> **WORK TO COMPLETE**: Of the entries below, return only those lines from the line with "var only []string" to the line with "r, e := gr.Review, gr.Review.GetEpisode()", exactly, both included.

Saved entries

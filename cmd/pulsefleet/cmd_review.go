package main

import (
	"context"
	"encoding/csv"
	"fmt"
	"io"
	"strconv"
	"strings"
	"time"

	"github.com/pulsefleet/pulsefleet/alarms"
	"github.com/pulsefleet/pulsefleet/internal/review"
	pb "github.com/pulsefleet/pulsefleet/proto/pulsefleet/v1"
)

func init() {
	register(command{
		name: "review",
		summary: `Record a review of a stored alarm episode on a running gateway (operator role).
Labels: actionable (a real event that needed someone to act), not-actionable
(real, but nothing needed doing), artefact (the reading was wrong: motion, a
loose sensor, poor signal), unsure (cannot tell). The gateway stores who and
when, audits it, and keeps earlier reviews of the episode as older revisions.
The episode id is the one 'pulsefleet episodes' lists for that gateway.`,
		run: runReview,
	})
	register(command{
		name: "reviews",
		summary: `Export every review revision of one or more running gateways as CSV, oldest first per episode.
One row per revision with the episode it reviews; 'pulsefleet episodes
--format csv' gives one row per episode with its newest review. A gateway
that cannot be read leaves the others' reviews written, marked: "#
incomplete:" comment lines after the caution and INCOMPLETE on stderr name
it, and the command exits 3.`,
		run: runReviews,
	})
}

func runReview(ctx context.Context, args []string, s stdio) error {
	var cf clientFlags
	fs := newFlagSet("review", "--gateway ADDR --episode ID --label "+strings.Join(review.Labels, "|")+" [--note TEXT]", s.err)
	cf.register(fs)
	episode := fs.Uint64("episode", 0, "episode id, as 'pulsefleet episodes' lists it for this gateway (required)")
	label := fs.String("label", "", "review label: "+strings.Join(review.Labels, ", ")+" (required)")
	note := fs.String("note", "", "free text, at most 500 characters")
	if err := parseFlags(fs, args); err != nil {
		return err
	}
	if *episode == 0 {
		return usagef("--episode: required, the id of a stored episode (1 or more)")
	}
	if err := review.CheckLabel("--label", *label); err != nil {
		return usageError{err.Error()}
	}
	if err := review.CheckNote("--note", *note); err != nil {
		return usageError{err.Error()}
	}
	addrs, err := cf.addrs()
	if err != nil {
		return err
	}
	if len(addrs) != 1 {
		return usagef("--gateway: %d addresses, want one (episode ids are per gateway: the one 'pulsefleet episodes' lists with the episode)", len(addrs))
	}
	conn, err := cf.dial(addrs[0])
	if err != nil {
		return err
	}
	defer conn.Close()
	cctx, cancel := context.WithTimeout(cf.ctx(ctx), 30*time.Second)
	defer cancel()
	resp, err := pb.NewFleetServiceClient(conn).ReviewEpisode(cctx, &pb.ReviewEpisodeRequest{EpisodeId: *episode, Label: *label, Note: *note})
	if err != nil {
		return fmt.Errorf("gateway %s: %w", addrs[0], err)
	}
	r := resp.GetReview()
	e := r.GetEpisode()
	fmt.Fprintf(s.out, "episode %d (%s, %s, onset %s) reviewed %s by %s, revision %d\n", r.GetEpisodeId(),
		safeText(r.GetDeviceId()), safeText(alarms.Label(e.GetCondition())), msTime(e.GetOnsetUnixMs()),
		r.GetLabel(), safeText(r.GetReviewer()), r.GetRevision())
	return nil
}

// reviewColumns is the header of the reviews export.
var reviewColumns = []string{"gateway", "episode_id", "revision", "label", "reviewer", "reviewed", "note",
	"device", "condition", "priority", "onset", "announced", "ended", "min_spo2_pct"}

func runReviews(ctx context.Context, args []string, s stdio) error {
	var cf clientFlags
	fs := newFlagSet("reviews", "--gateway ADDR[,ADDR...] [--device ID]", s.err)
	cf.register(fs)
	device := fs.String("device", "", "only this device")
	if err := parseFlags(fs, args); err != nil {
		return err
	}
	addrs, err := cf.addrs()
	if err != nil {
		return err
	}
	var all []gatewayReview
	var failed []gatewayError
	for _, a := range addrs {
		rs, err := gatewayReviews(ctx, &cf, a, &pb.ListReviewsRequest{DeviceId: *device, History: true})
		if err != nil {
			failed = append(failed, gatewayError{a, err})
			continue
		}
		for _, r := range rs {
			all = append(all, gatewayReview{a, r})
		}
	}
	var only []string
	if *device != "" {
		only = []string{*device}
	}
	gaps := findGaps(ctx, &cf, reachableOf(addrs, failed), failed, only)
	if err := writeReviewsCSV(s.out, all, gaps.notes("reviews", 1000)); err != nil {
		return err
	}
	printGaps(s.err, "reviews", gaps, "reviews")
	return incomplete("reviews", len(addrs), failed)
}

type gatewayReview struct {
	Gateway string
	Review  *pb.EpisodeReview
}

func gatewayReviews(ctx context.Context, cf *clientFlags, addr string, req *pb.ListReviewsRequest) ([]*pb.EpisodeReview, error) {
	conn, err := cf.dial(addr)
	if err != nil {
		return nil, err
	}
	defer conn.Close()
	cctx, cancel := context.WithTimeout(cf.ctx(ctx), 30*time.Second)
	defer cancel()
	resp, err := pb.NewFleetServiceClient(conn).ListReviews(cctx, req)
	if err != nil {
		return nil, err
	}
	return resp.GetReviews(), nil
}

// writeReviewsCSV writes the reviews export; notes (a merged answer's
// gaps) become "# incomplete:" comment lines after the caution.
func writeReviewsCSV(w io.Writer, rs []gatewayReview, notes []string) error {
	if err := writeCSVHead(w, notes); err != nil {
		return err
	}
	cw := csv.NewWriter(w)
	if err := cw.Write(reviewColumns); err != nil {
		return err
	}
	for _, gr := range rs {
		r, e := gr.Review, gr.Review.GetEpisode()
		row := []string{gr.Gateway, strconv.FormatUint(r.GetEpisodeId(), 10), strconv.FormatUint(uint64(r.GetRevision()), 10),
			r.GetLabel(), r.GetReviewer(), msTime(r.GetReviewedUnixMs()), r.GetNote(),
			r.GetDeviceId(), e.GetCondition(), priorityWord(e.GetPriority()), msTime(e.GetOnsetUnixMs()),
			msTime(e.GetAnnouncedUnixMs()), msTime(e.GetEndedUnixMs()), estCell(e.MinSpo2Pct, 1)}
		if err := cw.Write(row); err != nil {
			return err
		}
	}
	cw.Flush()
	return cw.Error()
}
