package main

import (
	"bytes"
	"context"
	"os"
	"path/filepath"
	"strconv"
	"strings"
	"testing"
)

func replayRun(t *testing.T, stdin string, args ...string) (code int, stdout, stderr string) {
	t.Helper()
	var out, errb bytes.Buffer
	code = run(context.Background(), args, stdio{in: strings.NewReader(stdin), out: &out, err: &errb})
	return code, out.String(), errb.String()
}

// The replay command reproduces the hand-worked episodes of the contract
// (alarms/testdata/ward-replay.csv explains each row).
func TestReplayCommandHandWorked(t *testing.T) {
	td := filepath.Join("..", "..", "alarms", "testdata")
	want, err := os.ReadFile(filepath.Join(td, "ward-replay.expected.csv"))
	if err != nil {
		t.Fatal(err)
	}
	code, out, errs := replayRun(t, "", "replay", "--profile", filepath.Join(td, "ward-replay.yaml"), "--in", filepath.Join(td, "ward-replay.csv"))
	if code != 0 || afterCaution(t, "replay output", out) != string(want) {
		t.Fatalf("exit %d, stderr %q\ngot:\n%s\nwant the caution line, then:\n%s", code, errs, out, want)
	}
	// Same through stdin and --out FILE.
	in, _ := os.ReadFile(filepath.Join(td, "ward-replay.csv"))
	dst := filepath.Join(t.TempDir(), "episodes.csv")
	code, _, errs = replayRun(t, string(in), "replay", "--profile", filepath.Join(td, "ward-replay.yaml"), "--in", "-", "--out", dst)
	got, _ := os.ReadFile(dst)
	if code != 0 || afterCaution(t, "replay --out file", string(got)) != string(want) {
		t.Fatalf("--in - --out FILE: exit %d, stderr %q, got:\n%s", code, errs, got)
	}
}

// ODI worked example (docs/references.md, desaturation indices, seen): 30 events
// in 7.5 h of valid recording -> ODI 4.0 /h. Built as a 1 Hz trend of
// 27001 samples (27000 s = 7.5 h of intervals) at 96 % with 30 dips to 92 %
// (a 4-point drop, 30 s each, every 15 minutes): both the 3 % and the 4 %
// index count 30 events. The dips stay above 90 %, so T90 = 0.
func TestReplayCommandIndicesWorkedExample(t *testing.T) {
	var b strings.Builder
	b.WriteString("t_s,device,spo2_pct,pulse_bpm,pi_pct,sqi\n")
	for i := 0; i <= 27000; i++ { // 7.5 h = 27000 s of intervals
		v := "96"
		if k := i % 900; i < 27000 && k >= 300 && k < 330 {
			v = "92"
		}
		b.WriteString(strings.Join([]string{strconv.Itoa(i), "home-7", v, "60", "", ""}, ",") + "\n")
	}
	dir := t.TempDir()
	in := filepath.Join(dir, "trend.csv")
	if err := os.WriteFile(in, []byte(b.String()), 0o644); err != nil {
		t.Fatal(err)
	}
	code, out, errs := replayRun(t, "", "replay", "--profile", "home-overnight", "--in", in, "--out", filepath.Join(dir, "ep.csv"), "--indices", "-")
	if code != 0 {
		t.Fatalf("exit %d: %s", code, errs)
	}
	want := "device,valid_hours,events_3pct,odi_3pct_per_h,events_4pct,odi_4pct_per_h,t90_pct\n" +
		"home-7,7.500,30,4.00,30,4.00,0.00\n"
	if afterCaution(t, "replay --indices output", out) != want {
		t.Errorf("indices:\n%s\nwant:\n%s", out, want)
	}
}

func TestReplayCommandErrors(t *testing.T) {
	dir := t.TempDir()
	bad := filepath.Join(dir, "bad.yaml")
	os.WriteFile(bad, []byte("name: x\nconditions:\n  - kind: spo2_low\n    limit: 90\n    delay: -5s\n    priority: low\n"), 0o644)
	trend := filepath.Join(dir, "t.csv")
	os.WriteFile(trend, []byte("t_s,spo2_pct\n0,95\n"), 0o644)
	for _, tc := range []struct {
		name string
		args []string
		code int
		want string
	}{
		{"no profile", []string{"replay", "--in", trend}, 2, "--profile is required"},
		{"no input", []string{"replay", "--profile", "home-overnight"}, 2, "--in is required"},
		{"both on stdout", []string{"replay", "--profile", "home-overnight", "--in", trend, "--indices", "-"}, 2, "give --out FILE"},
		{"bad profile value", []string{"replay", "--profile", bad, "--in", trend}, 1, "conditions[0].delay: -5s, want >= 0"},
		{"unknown profile", []string{"replay", "--profile", "icu-night", "--in", trend}, 1, "no built-in profile"},
		{"help", []string{"replay", "--help"}, 0, "Denominator: valid recording time"},
	} {
		t.Run(tc.name, func(t *testing.T) {
			code, _, errs := replayRun(t, "", tc.args...)
			if code != tc.code || !strings.Contains(errs, tc.want) {
				t.Errorf("exit %d, stderr %q; want exit %d and %q", code, errs, tc.code, tc.want)
			}
		})
	}
}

> **THE ANSWER**:
	var only []string
	if *device != "" {
		only = []string{*device}
	}
	gaps := findGaps(ctx, &cf, reachableOf(addrs, failed), failed, only)
	if err := writeReviewsCSV(s.out, all, gaps.notes("reviews", 1000)); err != nil {
		return err
	}
	printGaps(s.err, "reviews", gaps, "reviews")
	return incomplete("reviews", len(addrs), failed)
}

type gatewayReview struct {
	Gateway string
	Review  *pb.EpisodeReview
}

func gatewayReviews(ctx context.Context, cf *clientFlags, addr string, req *pb.ListReviewsRequest) ([]*pb.EpisodeReview, error) {
	conn, err := cf.dial(addr)
	if err != nil {
		return nil, err
	}
	defer conn.Close()
	cctx, cancel := context.WithTimeout(cf.ctx(ctx), 30*time.Second)
	defer cancel()
	resp, err := pb.NewFleetServiceClient(conn).ListReviews(cctx, req)
	if err != nil {
		return nil, err
	}
	return resp.GetReviews(), nil
}

// writeReviewsCSV writes the reviews export; notes (a merged answer's
// gaps) become "# incomplete:" comment lines after the caution.
func writeReviewsCSV(w io.Writer, rs []gatewayReview, notes []string) error {
	if err := writeCSVHead(w, notes); err != nil {
		return err
	}
	cw := csv.NewWriter(w)
	if err := cw.Write(reviewColumns); err != nil {
		return err
	}
	for _, gr := range rs {
		r, e := gr.Review, gr.Review.GetEpisode()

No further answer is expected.